You can view the source of the search "client" here. But the gist is:
GET/parse search.json
>> prompt for input
results = []
for word in search
  if word in search_corpus:
    results.append(search_corpus[word])
Obviously the single-term search limitation is the most glaring flaw. I haven't yet imagined a clean solution to take the intersection of 1+ term look-ups, but fundamentally it doesn't seem very complicated. Implementing "whole-phrase" lookups seems much harder with the decomposition I've done on the source text.
I think implementing stemming1 could improve the size of the search corpus because right now there are a number of similar words that don't add anything.

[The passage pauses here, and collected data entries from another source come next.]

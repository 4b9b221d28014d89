"""Parts that bind, and what they leave undone, against plain rank counting and least squares."""

from __future__ import annotations

import itertools

import numpy as np
import pytest

from synth.choosing.binding import Frontier, binding_groups, binding_order
from synth.choosing.bottlenecks import bottlenecks
from synth.choosing.certificate import certify
from tests.synth.choosing.test_certificate import every_square, models, small

CASES = [(1, "observable", "E12"), (2, "observable", "E3"), (2, "cascade", "E6")]


@pytest.mark.parametrize(("order", "form", "series"), [*CASES, (4, "controllable", "E6")])
def test_groups_are_those_without_which_the_others_span_less(
    order: int, form: str, series: str
) -> None:
    """Second method: the rank of the columns of all other parts, set by set."""
    grid, model, _ = models(*small(order, form, series))
    free = [int(k) for k in np.flatnonzero(grid.counts > 1)]

    def rank(parts: list[int]) -> int:
        return int(np.linalg.matrix_rank(model.matrix[:, parts], tol=1e-7))

    binding = [
        g
        for size in (1, 2, 3)
        for g in itertools.combinations(free, size)
        if rank([k for k in free if k not in g]) < rank(free)
    ]
    minimal = [g for g in binding if not any(set(h) < set(g) for h in binding)]
    assert binding_groups(model.matrix, grid) == minimal
    order_, count = binding_order(model.matrix, grid)
    assert sorted(order_) == free
    assert set(order_[:count]) <= {k for g in minimal for k in g}


def test_best_of_the_grown_are_the_best_of_all() -> None:
    """The beam against every pair of values of the first two parts, bounds by least squares."""
    grid, model, _ = models(*small(2, "cascade", "E6"))
    first, second, *rest = binding_order(model.matrix, grid)[0]
    frontier = Frontier.start(model, grid)
    frontier = frontier.grown_best(first, model.matrix[:, [second, *rest]], count=10**6)
    frontier = frontier.grown_best(second, model.matrix[:, rest], count=7)
    ranks = []
    for i, j in itertools.product(range(grid.counts[first]), range(grid.counts[second])):
        change = np.array([grid.logs[first, i], grid.logs[second, j]])
        change = change - model.reference[[first, second]]
        residual = model.offset + model.matrix[:, [first, second]] @ change
        solved = np.linalg.lstsq(model.matrix[:, rest], -residual, rcond=1e-9)[0]
        left = np.linalg.norm(residual + model.matrix[:, rest] @ solved)
        ranks.append(left * (1 + 0.1 * np.linalg.norm(change)))
    found = np.sqrt(frontier.bounds(model.matrix[:, rest]))
    logs = grid.logs[np.array([[first], [second]]), frontier.chosen]
    distance = np.linalg.norm(logs - model.reference[[first, second]][:, None], axis=0)
    np.testing.assert_allclose(
        found * (1 + 0.1 * distance), np.sort(ranks)[:7], rtol=1e-6, atol=1e-10
    )


@pytest.mark.parametrize(("order", "form", "series"), CASES[:2])
def test_what_a_set_leaves_undone_is_below_every_choice(order: int, form: str, series: str) -> None:
    """And it is reached: the least over the set's values, all others by least squares."""
    grid, model, start = models(*small(order, form, series))
    best = float(np.sqrt(np.min(every_square(grid, model))))
    found = bottlenecks(grid, model)
    assert found
    assert [b.rms for b in found] == sorted((b.rms for b in found), reverse=True)
    refs = [p.ref for p in grid.parts]
    for set_ in found:
        group = [refs.index(r) for r in set_.refs]
        others = [k for k in np.flatnonzero(grid.counts > 1) if k not in group]
        least = np.inf
        for choice in itertools.product(*(range(grid.counts[k]) for k in group)):
            change = grid.logs[group, list(choice)] - model.reference[group]
            residual = model.offset + model.matrix[:, group] @ change
            solved = np.linalg.lstsq(model.matrix[:, others], -residual, rcond=1e-9)[0]
            least = min(least, float(np.sum((residual + model.matrix[:, others] @ solved) ** 2)))
        assert set_.rms == pytest.approx(np.sqrt(least + model.floor), rel=1e-6, abs=1e-10)
        assert set_.rms <= best * (1 + 1e-9)
    assert certify(grid, model, start).lower_bound >= found[0].rms * (1 - 1e-9)
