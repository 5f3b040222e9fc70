/** What a fold strip shows, trial by trial in time order. Indices count from 0; null is "not known" or "left out". */
export interface StripData {
  nTrials: number;
  label: { name: string; values: readonly (number | null)[] } | null;
  /** Fold (0…nFolds−1) in which a trial was held out. */
  folds: { values: readonly (number | null)[]; nFolds: number; purgeTrials: number } | null;
  /** Held-out prediction; with a label it gives the residual lane. */
  predicted: readonly (number | null)[] | null;
  /** Trials left out, with their reasons. */
  excluded: readonly { trial: number; reason: string }[];
  /** Borders run through all lanes where this changes. */
  block: { name: string; values: readonly (string | number | null)[] } | null;
  /** One more column of the trial table. */
  column: { name: string; values: readonly (number | null)[] } | null;
}
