/** Residuals (held-out minus true) of the trials that have one, their scale and the bound beyond which a dot marks them. */
export interface Residuals {
  values: (number | null)[];
  /** Half height of the lane in label units, a round number that holds all but rare outliers. */
  limit: number;
  /** 2.3 standard deviations of the residuals. */
  outlier: number;
}

/** Works out the residual lane's numbers. */
export function residualScale(
  label: readonly (number | null)[],
  predicted: readonly (number | null)[],
): Residuals {
  const values = label.map((value, trial) => {
    const guess = predicted[trial];
    return value === null || guess === null || guess === undefined ? null : guess - value;
  });
  const present = values.filter((value) => value !== null);
  const sd = Math.sqrt(present.reduce((sum, value) => sum + value * value, 0) / Math.max(1, present.length));
  const largest = present.reduce((most, value) => Math.max(most, Math.abs(value)), 0);
  const raw = Math.min(largest, 3.5 * sd) || 1;
  const power = 10 ** Math.floor(Math.log10(raw));
  const limit = Math.ceil((raw / power) * 10) * (power / 10);
  return { values, limit, outlier: 2.3 * sd };
}
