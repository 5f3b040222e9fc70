'use client';
import { useId, useState, type FormEvent } from 'react';
import styles from '@/components/fold-strip/fold-strip.module.css';
import { Button } from '@/components/ui/button';
import { ApiError } from '@/lib/client/api-error';
import { requestJson } from '@/lib/client/request-json';
import { formatPlural } from '@/lib/format/format-plural';

/** Asks for the reason of leaving trials or units out (or of putting them back) and writes the entry. */
export function LeaveOutForm({
  sessionId,
  kind,
  action,
  indices,
  takesFocus = true,
  onDone,
  onCancel,
}: {
  sessionId: string;
  kind: 'trials' | 'units';
  action: 'leaveOut' | 'putBack';
  indices: readonly number[];
  /** Whether typing begins here at once; not while more may still be ticked. */
  takesFocus?: boolean;
  onDone: (reason: string) => void;
  onCancel: () => void;
}) {
  const [reason, setReason] = useState('');
  const [error, setError] = useState<string | null>(null);
  const [busy, setBusy] = useState(false);
  const id = useId();
  const counted = formatPlural(indices.length, kind === 'trials' ? 'trial' : 'unit');
  const words = action === 'leaveOut' ? `Leave out ${counted}` : `Put back ${counted}`;
  const submit = async (event: FormEvent): Promise<void> => {
    event.preventDefault();
    if (reason.trim() === '') {
      setError('Write the reason: it stays with the exclusion in the record.');
      return;
    }
    setBusy(true);
    setError(null);
    try {
      await requestJson(`/sessions/${sessionId}/exclusions`, {
        method: 'POST',
        body: { action, [kind]: indices, reason: reason.trim() },
      });
      onDone(reason.trim());
    } catch (cause) {
      setError(cause instanceof ApiError ? cause.message : 'The exclusion could not be written. Try again.');
      setBusy(false);
    }
  };
  return (
    <form className={styles.form} onSubmit={(event) => void submit(event)}>
      <label htmlFor={id}>
        Reason {action === 'leaveOut' ? 'for leaving out' : 'for putting back'} {counted}
        <input
          id={id}
          type="text"
          value={reason}
          maxLength={2000}
          // Opened by the member's own act; the next thing to do is to type.
          autoFocus={takesFocus}
          className={error ? 'field-err' : undefined}
          aria-invalid={error ? true : undefined}
          aria-describedby={error ? `${id}-err` : undefined}
          onChange={(event) => setReason(event.target.value)}
          onKeyDown={(event) => event.key === 'Escape' && onCancel()}
        />
      </label>
      <span className="acts">
        <Button
          type="submit"
          kind={action === 'leaveOut' ? 'danger' : 'plain'}
          why={busy ? 'being written' : null}
          showWhy={false}
        >
          {words}
        </Button>
        <Button kind="link" onClick={onCancel}>
          Let go
        </Button>
      </span>
      {error && (
        <p className="err" id={`${id}-err`} role="alert">
          {error}
        </p>
      )}
    </form>
  );
}
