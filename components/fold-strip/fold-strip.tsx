'use client';
import { useRouter } from 'next/navigation';
import {
  useCallback,
  useEffect,
  useMemo,
  useRef,
  useState,
  type KeyboardEvent,
  type PointerEvent,
} from 'react';
import { useTrialCursor, useTrialCursorStore } from '@/components/charts/trial-cursor';
import { blockStarts } from '@/components/fold-strip/block-starts';
import { foldRuns } from '@/components/fold-strip/fold-runs';
import styles from '@/components/fold-strip/fold-strip.module.css';
import { LeaveOutForm } from '@/components/fold-strip/leave-out-form';
import { StripFolded } from '@/components/fold-strip/strip-folded';
import type { StripData } from '@/components/fold-strip/strip-data';
import { StripLanes } from '@/components/fold-strip/strip-lanes';
import { stripLayout } from '@/components/fold-strip/strip-layout';
import { StripMarks } from '@/components/fold-strip/strip-marks';
import { valueLine } from '@/components/fold-strip/value-line';
import { Button } from '@/components/ui/button';
import { numbers } from '@/components/ui/numbers';
import { formatPlural } from '@/lib/format/format-plural';

/**
 * The trials of a session in time order. One tab stop; Left/Right trial, PageUp/PageDown block, Home/End, Shift with any
 * of them chooses a range, f next fold, x leave the choice out, Esc lets go. The page's plots follow its cursor.
 */
export function FoldStrip({
  data,
  name,
  sessionId,
  mayExclude,
}: {
  data: StripData;
  /** Said when the strip has folded to a line at the top of the window. */
  name: string;
  sessionId: string;
  mayExclude: boolean;
}) {
  const router = useRouter();
  const store = useTrialCursorStore();
  const at = useTrialCursor((state) => state.at);
  const range = useTrialCursor((state) => state.range);
  const [asking, setAsking] = useState(false);
  const [done, setDone] = useState<string | null>(null);
  const area = useRef<HTMLDivElement>(null);
  const roll = useRef<HTMLDivElement>(null);
  const anchor = useRef<number | null>(null);
  const drag = useRef<number | null>(null);

  const layout = useMemo(() => stripLayout(data), [data]);
  const runs = useMemo(() => (data.folds ? foldRuns(data.folds.values, data.folds.nFolds) : null), [data]);
  const starts = useMemo(() => (data.block ? blockStarts(data.block.values) : [0]), [data]);
  const n = data.nTrials;

  const trialAt = useCallback(
    (clientX: number): number => {
      const box = area.current?.getBoundingClientRect();
      const px = clientX - (box?.left ?? 0) - layout.left;
      return Math.max(0, Math.min(n - 1, Math.floor(px / layout.pxPerTrial)));
    },
    [layout, n],
  );
  const keepInSight = (trial: number): void => {
    const box = roll.current;
    if (!box) return;
    const x = layout.left + trial * layout.pxPerTrial;
    if (x < box.scrollLeft + 40) box.scrollLeft = x - 80;
    else if (x > box.scrollLeft + box.clientWidth - 40) box.scrollLeft = x - box.clientWidth + 80;
  };
  const move = (trial: number, choose: boolean): void => {
    const to = Math.max(0, Math.min(n - 1, trial));
    if (choose) {
      anchor.current ??= at ?? to;
      store.set({ at: to, range: [Math.min(anchor.current, to), Math.max(anchor.current, to)] });
    } else {
      anchor.current = null;
      store.set({ at: to });
    }
    keepInSight(to);
  };
  const letGo = (): void => {
    anchor.current = null;
    setAsking(false);
    store.set({ range: null, fold: null });
    area.current?.focus({ preventScroll: true });
  };
  const nextBlock = (from: number): number => {
    if (!data.block) return from + Math.max(10, Math.round(n / 8));
    return starts.find((start) => start > from) ?? n - 1;
  };
  const previousBlock = (from: number): number => {
    if (!data.block) return from - Math.max(10, Math.round(n / 8));
    return starts.findLast((start) => start < from) ?? 0;
  };
  const onKeyDown = (event: KeyboardEvent): void => {
    if (event.ctrlKey || event.metaKey || event.altKey) return;
    const from = at ?? 0;
    const steps: Record<string, number> = {
      ArrowLeft: at === null ? 0 : from - 1,
      ArrowRight: at === null ? 0 : from + 1,
      PageUp: previousBlock(from),
      PageDown: nextBlock(from),
      Home: 0,
      End: n - 1,
    };
    if (event.key in steps) move(steps[event.key], event.shiftKey);
    else if (event.key === 'f' && data.folds) {
      const now = store.get().fold;
      store.set({ fold: now === null ? 0 : now + 1 < data.folds.nFolds ? now + 1 : null });
    } else if (event.key === 'x' && mayExclude && (range || at !== null)) {
      if (!range && at !== null) store.set({ range: [at, at] });
      setAsking(true);
    } else if (event.key === 'Escape') letGo();
    else return;
    event.preventDefault();
  };
  const onPointerDown = (event: PointerEvent): void => {
    if (event.button !== 0) return;
    drag.current = trialAt(event.clientX);
    store.set({ at: drag.current, range: null });
    setAsking(false);
    if (event.pointerType !== 'touch') event.currentTarget.setPointerCapture(event.pointerId);
  };
  const onPointerMove = (event: PointerEvent): void => {
    const trial = trialAt(event.clientX);
    if (drag.current === null || event.pointerType === 'touch') store.set({ at: trial });
    else if (Math.abs(trial - drag.current) > 1)
      store.set({ at: trial, range: [Math.min(drag.current, trial), Math.max(drag.current, trial)] });
  };

  // A new set of trials (another data version, a refresh after leaving out) must not keep a cursor beyond its end.
  useEffect(() => {
    const state = store.get();
    if (state.at !== null && state.at >= n) store.set({ at: n - 1 });
    if (state.range && state.range[1] >= n) store.set({ range: null });
  }, [n, store]);

  const spoken = at === null ? 'no trial chosen' : valueLine(data, at);
  const outNow = new Set(data.excluded.map((entry) => entry.trial));
  const chosen = range ? Array.from({ length: range[1] - range[0] + 1 }, (_, k) => range[0] + k) : [];
  const chosenIn = chosen.filter((trial) => !outNow.has(trial));
  const chosenOut = chosen.filter((trial) => outNow.has(trial));
  const [action, subject] =
    chosenIn.length === 0 && chosenOut.length > 0
      ? (['putBack', chosenOut] as const)
      : (['leaveOut', chosenIn] as const);

  return (
    <div>
      <p className={styles.line}>
        <span className="n">{at === null ? '' : spoken}</span>
      </p>
      <div className={styles.roll} ref={roll}>
        <div
          ref={area}
          className={`strip ${styles.area}`}
          role="slider"
          tabIndex={0}
          aria-label="Fold strip, trials in time order"
          aria-orientation="horizontal"
          aria-valuemin={1}
          aria-valuemax={n}
          aria-valuenow={(at ?? 0) + 1}
          aria-valuetext={range ? `${spoken}. ${chosen.length} trials chosen` : spoken}
          onKeyDown={onKeyDown}
          onPointerDown={onPointerDown}
          onPointerMove={onPointerMove}
          onPointerUp={() => (drag.current = null)}
          onPointerCancel={() => (drag.current = null)}
        >
          <svg
            width={layout.width}
            height={layout.height}
            viewBox={`0 0 ${layout.width} ${layout.height}`}
            aria-hidden="true"
          >
            <StripLanes data={data} layout={layout} runs={runs} starts={starts} />
            <StripMarks layout={layout} folds={data.folds?.values ?? null} runs={runs} />
          </svg>
        </div>
      </div>
      <div className={styles.acts} aria-live="polite">
        {range && !asking && (
          <>
            <span>
              {numbers(`${formatPlural(chosen.length, 'trial')} chosen, ${range[0] + 1} to ${range[1] + 1}`)}
            </span>
            {mayExclude && subject.length > 0 && (
              <Button kind="link" onClick={() => setAsking(true)}>
                {numbers(
                  `${action === 'leaveOut' ? 'Leave out' : 'Put back'} ${formatPlural(subject.length, 'trial')}`,
                )}
              </Button>
            )}
            <Button kind="link" onClick={letGo}>
              Let go
            </Button>
          </>
        )}
        {!range && done && <span className="say">{numbers(done)}</span>}
      </div>
      {range && asking && (
        <LeaveOutForm
          sessionId={sessionId}
          kind="trials"
          action={action}
          indices={subject}
          onCancel={letGo}
          onDone={(reason) => {
            setDone(
              `${formatPlural(subject.length, 'trial')} ${action === 'leaveOut' ? 'left out' : 'put back'}: ${reason}. Readouts made so far keep what they used.`,
            );
            letGo();
            router.refresh();
          }}
        />
      )}
      <StripFolded data={data} layout={layout} runs={runs} name={name} watch={roll} />
    </div>
  );
}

Similarly, I think in order to implement stemming I would need to improve the term-lookups to match on keys incompletely (this is fairly easy).
I've commited the relevant code to generate the "search corpus" on a branch of my static site generator, mostly as a reference. I make no claims to it being good, only that it works in so far as to get the above demo working.